New Delhi: Airports Authority of India (AAI) will raise its capital expenditure by 25% in the fiscal year starting 1 April to expand existing airports and builds hangars for hundreds of planes that airlines are ordering.
Budget airline SpiceJet Ltd ordered 100 planes last week while GoAir confirmed an order for 72 planes days before that. Indian airlines have ordered more than 700 planes and some are adding as many as two planes a month.
“We’ll be spending Rs2,500 crore in the next financial year. In 2016-17, capital expenditure was Rs2,000 crore,” said AAI chairman Guruprasad Mohapatra, an IAS officer from Gujarat cadre.
A significant portion of this spending will go towards expanding a dozen of the 125 existing airports that AAI manages.
Traffic is expected to rise 17% to 261 million passengers in the year ending 31 March, AAI said, adding that aircraft movements will increase 15% from the previous year.
AAI has asked all major domestic airlines, including Air India, SpiceJet, Jet Airways (India) Ltd, IndiGo (InterGlobe Enterprises Ltd), GoAir and Vistara to give it estimates of how many hangars and night parking bays they will need over the coming years.
Night bays are airport areas where planes are parked every night while hangars are used for plane maintenance.
Airlines have said they want more bays than hangars.
“We are going to construct a lot of bays in the next financial year,” Mohapatra said.
Passengers have complained that state-run airports, unlike those run by the private operators in Delhi, Mumbai, Bengaluru and Hyderabad, lack cleanliness.
AAI had appointed Boston Consulting Group to carry out a detailed survey across its major airports to improve efficiency and plug such gaps.
The findings of this survey are now being implemented.

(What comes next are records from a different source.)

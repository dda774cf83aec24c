import { type DeskItem, formatSpan, remindedSentence } from '@app/contracts';
import type { DeskChannelRow, DeskHoldRow, DeskIntakeRow, DeskPlanRow, DeskSpecificationRow } from '@app/data';

const ago = (since: Date, now: Date) => formatSpan(now.getTime() - since.getTime());
const causesOf = (hold: DeskHoldRow) => hold.sentences.join('; it also ') || 'is held';
/** "Held 9 h 12 min. The quality managers were reminded 1 h ago." */
const heldWords = ({ openedAt, reminders }: DeskHoldRow, now: Date) =>
  [`Held ${ago(openedAt, now)}.`, remindedSentence(reminders, now)].filter((sentence) => sentence !== null).join(' ');
const place = (row: { lineId: number; lineName: string }) => ({ lineId: row.lineId, lineName: row.lineName });

export function decideItem(hold: DeskHoldRow, now: Date): DeskItem {
  return {
    group: 'decide',
    ...place(hold),
    sentence: `Lot ${hold.lotNumber}, ${hold.lineName}: ${causesOf(hold)}. ${heldWords(hold, now)}`,
    since: hold.openedAt.toISOString(),
    action: { label: `Decide lot ${hold.lotNumber}`, path: `/holds/${hold.id}` },
  };
}

export function setAsideItem(hold: DeskHoldRow, now: Date): DeskItem {
  return {
    group: 'set_aside',
    ...place(hold),
    sentence: `Lot ${hold.lotNumber}, ${hold.lineName}, is held and not yet set aside: it ${causesOf(hold)}. ${heldWords(hold, now)}`,
    since: hold.openedAt.toISOString(),
    action: { label: `Set lot ${hold.lotNumber} aside`, path: `/holds/${hold.id}` },
  };
}

export function fixItem(intake: DeskIntakeRow, now: Date): DeskItem {
  return {
    group: 'fix',
    ...place(intake),
    sentence: `${intake.fileName}, ${intake.lineName}: ${intakeWords(intake)} Received ${ago(intake.receivedAt, now)} ago.`,
    since: intake.receivedAt.toISOString(),
    action: { label: intakeLabel(intake), path: `/intakes/${intake.id}` },
  };
}

const counted = (count: number, one: string) => `${count} ${one}${count === 1 ? '' : 's'}`;

function intakeWords(intake: DeskIntakeRow): string {
  if (intake.state === 'refused') return `refused. ${intake.failure ?? ''}`.trim();
  if (intake.blockingCount > 0)
    return `${counted(intake.blockingCount, 'problem')} must be put right before it can go in.`;
  return `${counted(intake.rowsRead, 'row')} read, ${intake.rowsNotUsed} not used; it waits for your word.`;
}

function intakeLabel({ state, blockingCount }: DeskIntakeRow): string {
  if (state === 'refused') return 'See why it was refused';
  return blockingCount > 0 ? 'Put the workbook right' : 'Confirm the workbook';
}

export function approveItem(plan: DeskPlanRow, now: Date): DeskItem {
  return {
    group: 'approve',
    ...place(plan),
    sentence: `Plan ${plan.revision} for ${plan.channelName}, ${plan.lineName}, was proposed by ${plan.proposedByName} ${ago(plan.proposedAt, now)} ago.`,
    since: plan.proposedAt.toISOString(),
    action: { label: `Read plan ${plan.revision}`, path: `/plans/${plan.id}` },
  };
}

export function approveSpecificationItem(proposal: DeskSpecificationRow, plantId: number, now: Date): DeskItem {
  return {
    group: 'approve',
    lineId: null,
    lineName: null,
    sentence: `A specification of ${proposal.productCode}, ${proposal.characteristicName}, was proposed by ${proposal.proposedByName} ${ago(proposal.proposedAt, now)} ago.`,
    since: proposal.proposedAt.toISOString(),
    action: { label: 'Read the specification', path: `/plants/${plantId}/set-up/specifications` },
  };
}

export function checkItem(channel: DeskChannelRow): DeskItem {
  const gauge = channel.gaugeAssetNumber === null ? 'the gauge' : `gauge ${channel.gaugeAssetNumber}`;
  return {
    group: 'check',
    ...place(channel),
    sentence: `${channel.channelName}, ${channel.lineName}: the slow movement is beyond what the plan allows, so lot ${channel.lotNumber} could not be scored. Check ${gauge}.`,
    since: channel.lotStartsAt.toISOString(),
    action: { label: `See ${channel.channelName.toLowerCase()}`, path: `/channels/${channel.channelId}` },
  };
}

Machines of the size of a portable room cooler have been installed outside washrooms of Kolkata airport to allow passengers to report the cleaniness of washrooms by pressing one of the two buttons. If many passengers press the “unsatisfied” button, an alert goes to the airport manager, the chairman explained.
He said price negotiations are on to buy and install these machines at about 10 additional airports.

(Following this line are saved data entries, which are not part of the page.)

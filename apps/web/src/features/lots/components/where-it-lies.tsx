import type { LotMark, VerdictView } from '@app/contracts';
import { MarkPaths } from '../../../shared/ui/mark';
import { lieScale } from '../lie-scale';

const WIDTH = 260;
const HEIGHT = 34;
const MIDDLE = 15;
const AIR = 12;

/** The lot mean among its baseline, control limits and specification limits. The row above says the same in figures. */
export function WhereItLies({ verdict, mark }: { verdict: VerdictView; mark: LotMark }) {
  const scale = lieScale(verdict, WIDTH, AIR);
  if (scale === null || verdict.lotMean === null) return <div className="lies" />;
  const { controlLow, controlHigh, baseline, constant } = verdict;
  return (
    <svg className="lies" viewBox={`0 0 ${WIDTH} ${HEIGHT}`} width={WIDTH} height={HEIGHT} aria-hidden="true">
      <line className="lies__axis" x1={0} x2={WIDTH} y1={MIDDLE} y2={MIDDLE} />
      {controlLow !== null && controlHigh !== null && (
        <rect
          className="lies__band"
          x={scale(controlLow)}
          width={scale(controlHigh) - scale(controlLow)}
          y={MIDDLE - 8}
          height={16}
        />
      )}
      {baseline !== null && (
        <line className="lies__baseline" x1={scale(baseline)} x2={scale(baseline)} y1={MIDDLE - 10} y2={MIDDLE + 10} />
      )}
      <Bracket at={verdict.lowerSpecification} side={1} scale={scale} />
      <Bracket at={verdict.upperSpecification} side={-1} scale={scale} />
      {constant.low !== null && constant.high !== null && (
        <path
          className="lies__constant"
          d={`M${scale(constant.low)},28v4M${scale(constant.low)},30H${scale(constant.high)}m0,-2v4`}
        />
      )}
      <g transform={`translate(${scale(verdict.lotMean)} ${MIDDLE})`}>
        <MarkPaths mark={mark} />
      </g>
    </svg>
  );
}

/** A specification limit, its feet pointing inside. */
function Bracket({ at, side, scale }: { at: number | null; side: 1 | -1; scale: (value: number) => number }) {
  if (at === null) return null;
  const foot = 4 * side;
  return <path className="lies__specification" d={`M${scale(at) + foot},${MIDDLE - 11}h${-foot}v22h${foot}`} />;
}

The cost of cleaning airports has risen three-fold under a new contract-cleaning model, Mohapatra said.
AAI has decided to give 80% weightage to the cleaner for his expertise and experience and only 20% to the amount bid when contracting a cleaning agency.

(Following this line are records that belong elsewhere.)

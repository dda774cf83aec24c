import { JOB_OPTIONS, type SummaryUnderWay } from '@app/contracts';
import type { SummaryUnderWayRow } from '@app/data';

export function toUnderWay(row: SummaryUnderWayRow): SummaryUnderWay {
  const { jobId, weekStartsOn, since } = row;
  const isFailed = row.state === 'failed';
  return {
    jobId,
    weekStartsOn,
    state: isFailed ? 'failed' : 'being_made',
    since: since.toISOString(),
    sentence: isFailed ? whyFailed(row) : null,
  };
}

function whyFailed({ attempts, isAsked, why }: SummaryUnderWayRow): string {
  const tried = Math.min(attempts, JOB_OPTIONS.attempts);
  const parts = [
    tried > 1 ? `Ebbline tried ${tried} times and gave up.` : 'Ebbline gave up.',
    why ?? 'Why stands in the log, which the administrator can read.',
  ];
  if (!isAsked) parts.push('It tries again by itself after six hours.');
  return parts.join(' ');
}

In most government tenders, those with the lowest bid win the contract.
Mohapatra said no privatization is expected in the coming year but the terminals of Jaipur and Ahmedabad will be handed over to a private operator for the next 15 years under a new operations and management model.
Based on the experience of these two airports, tenders for which are already out and a pre-bid meeting scheduled for 5th February, AAI will decide whether to follow a similar model.
Another area of focus for AAI in the coming year would be automation of airports.
The state-run airport operator is working on the airports of Vadodara and Vijayawada to make them what Mohapatra called “e-enabled”, which includes options to pay digitally at the airport, automatic issuance of e-boarding cards to a passenger’s mobile phone and ending manual frisking.
To fund the ongoing expansion, AAI recently increased charges at most of its airports, drawing protests from airline lobby group International Air Transport Association (IATA), which represents majority of the international airlines.
IATA said that the hike was done without any stakeholder consultation and asked the authority to roll back the increase. Mohapatra said there was no question of a rollback. “The increase was done after a gap of nine years,” he said. “Nobody reminded us yearly when we didn’t increase charges for nine years.”